In this paper, we mainly consider the common methods of adding, multiplying, and splicing FMCW radar information and TOF radar information. In addition, for the fusion of AWM feature maps, multiplication operations are used.

In the developed RFDANet, a multi-level feature fusion strategy is employed to obtain the branch-level attention weights and to integrate the influence of each layer’s feature maps. In each basic unit, the feature maps generated by the convolutional layers are first converted into local attention weights using the local attention module. Then, the branch attention weights representing the importance of the corresponding branches are obtained by multi-level local attention fusion. Specifically, in the local attention module, the output feature maps undergo a compression process through global average pooling (GAP) and global maximum pooling (GMP) along the channel direction. Afterward, the compressed features are inputted into a multilayer perceptron (MLP) with shareable weights, generating two sets of one-dimensional weightings. It is worth noting that the main purpose of using Weight-Sharing-MLP for the local attention module is to reduce the number of training parameters and computational cost of the developed RFDANet. However, it is also important to consider the use of MLPs with non-shared weights or other network structures in practical applications. Finally, the weights of the corresponding branches are obtained by summing the two sets of weights.

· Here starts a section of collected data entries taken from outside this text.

//! Reads a Gerber job file (JSON): title, stackup, and what it says of the files.
//!
//! Fields by the Gerber job format specification (revision 2023.08); everything may be missing.

use super::log::Log;
use crate::diag::code::read as code;
use serde_json::Value;

/// A sheet of the stackup.
#[derive(Clone, Debug, PartialEq)]
pub struct Material {
    /// Whether it is copper; a dielectric otherwise.
    pub copper: bool,
    /// Thickness in metres.
    pub thickness_m: Option<f64>,
    /// Relative permittivity.
    pub permittivity: Option<f64>,
}

/// What a job file says.
#[derive(Clone, Debug, Default)]
pub struct Job {
    /// Name of the project.
    pub title: String,
    /// Revision of the project.
    pub revision: String,
    /// Thickness of the board in metres, solder mask usually included.
    pub thickness_m: Option<f64>,
    /// Copper and dielectrics from the top.
    pub stackup: Vec<Material>,
    /// File names and the functions it gives them.
    pub files: Vec<(String, String)>,
}

/// Reads a job file; none when it is not usable, which is logged.
pub fn read_job(text: &str, log: &mut Log) -> Option<Job> {
    let root: Value = match serde_json::from_str(text.trim_start_matches('\u{feff}')) {
        Ok(root) => root,
        Err(error) => {
            let line = u32::try_from(error.line()).unwrap_or(0);
            log.warning(
                line,
                code::JOB_UNREADABLE,
                format!("the job file must be JSON; got: {error}; it is left out"),
            );
            return None;
        }
    };
    let specs = &root["GeneralSpecs"];
    let text = |value: &Value| value.as_str().unwrap_or_default().trim().to_owned();
    let revision = text(&specs["ProjectId"]["Revision"]);
    let list = |value: &Value| value.as_array().cloned().unwrap_or_default();
    let mut job = Job {
        title: text(&specs["ProjectId"]["Name"]),
        // Exporters write `rev?` where the design has none.
        revision: if revision == "rev?" { String::new() } else { revision },
        thickness_m: number(&specs["BoardThickness"]).map(|mm| mm * 1e-3),
        ..Job::default()
    };
    for entry in list(&root["MaterialStackup"]) {
        let copper = match entry["Type"].as_str() {
            Some("Copper") => true,
            Some("Dielectric") => false,
            _ => continue,
        };
        let thickness_m = number(&entry["Thickness"]).map(|mm| mm * 1e-3).filter(|t| *t > 0.0 && *t < 0.02);
        let permittivity = number(&entry["DielectricConstant"]).filter(|value| (1.0..100.0).contains(value));
        job.stackup.push(Material { copper, thickness_m, permittivity });
    }
    for entry in list(&root["FilesAttributes"]) {
        job.files.push((text(&entry["Path"]), text(&entry["FileFunction"])));
    }
    Some(job)
}

/// A number, also when it was written as a string.
fn number(value: &Value) -> Option<f64> {
    let number = value.as_f64().or_else(|| value.as_str()?.trim().parse().ok())?;
    number.is_finite().then_some(number)
}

Assuming that $F_{l}^{m}$ is a feature of the output of the $mth$ basic unit convolution layer of the $l{\text{th}}$ branch, the procedure for the calculation of the $mth$ attentional power module $AWM_{l}^{m}$ of the $l{\text{th}}$ branch can be given by the following equation. Figure 8 shows the internal structure of the attention module.

$$ \begin{aligned}AWM_{l}^{m} \left( {F_{l}^{m} } \right) & = Sigmoid\big( MLP\left( {GAP\left( {F_{l}^{m} } \right)} \right) \\ &\qquad \oplus MLP\left( {GMP\left( {F_{l}^{m} } \right)} \right) \big)\end{aligned}, $$

(15)

where $\oplus$ denotes the addition operation for the corresponding position element and $Sigmoid$ denotes the activation function that allows branch attention weights to be restricted to the range (0, 1).

Experiment

This section delves into the measurement of driving behavior through radar technology in real-life driving scenarios. It covers the measurement environment, system, and parameter settings. In this paper, two radar systems based on different principles (FMCW radar and TOF radar) are used for the measurement of driving behavior.

The measurement system relies on a Texas Instruments (TI) millimeter wave radar evaluation board, illustrated in Fig. 9. Two evaluation boards were employed: the IWR6843BOOST, responsible for signal transmission and reception, and the DCA1000EVM, responsible for real-time data transmission. With the assistance of the mmWave Studio software system, radar signal waveform parameters, transmit, and receive procedures were configured. No additional hardware beyond a mobile power supply and a laptop was necessary for the measurements.

The main measuring parameters are shown in Table 1. The measurement campaign was conducted in the 77 GHz band with an effective bandwidth of 4 GHz for signal transmission and reception.

Table 1 Measuring parameters of the radar

Full size table

The tested vehicle was a Volkswagen Magotan 1.8 TSI, which includes seats for both front and rear rows. The front seats were for the driver and the safety supervisor, while the rear seat had one passenger who was responsible for operating the laptop to record data. During the measurement, the FMCW radar board was fixed with a bracket in front of the driver’s right side. Meanwhile, the TOF radar was placed in front of the driver’s front upper place, where the visor typically sits. The configuration of software adjustment parameters and the control of transmit and receive commands in the laptop were performed manually.

The vehicle was driven along the lane in an open and unoccupied environment of the holiday campus under typical driving conditions. The driver navigated through a straight line, random left, and right turns, as well as U-turns. The vehicle travel route is shown in Fig. 10.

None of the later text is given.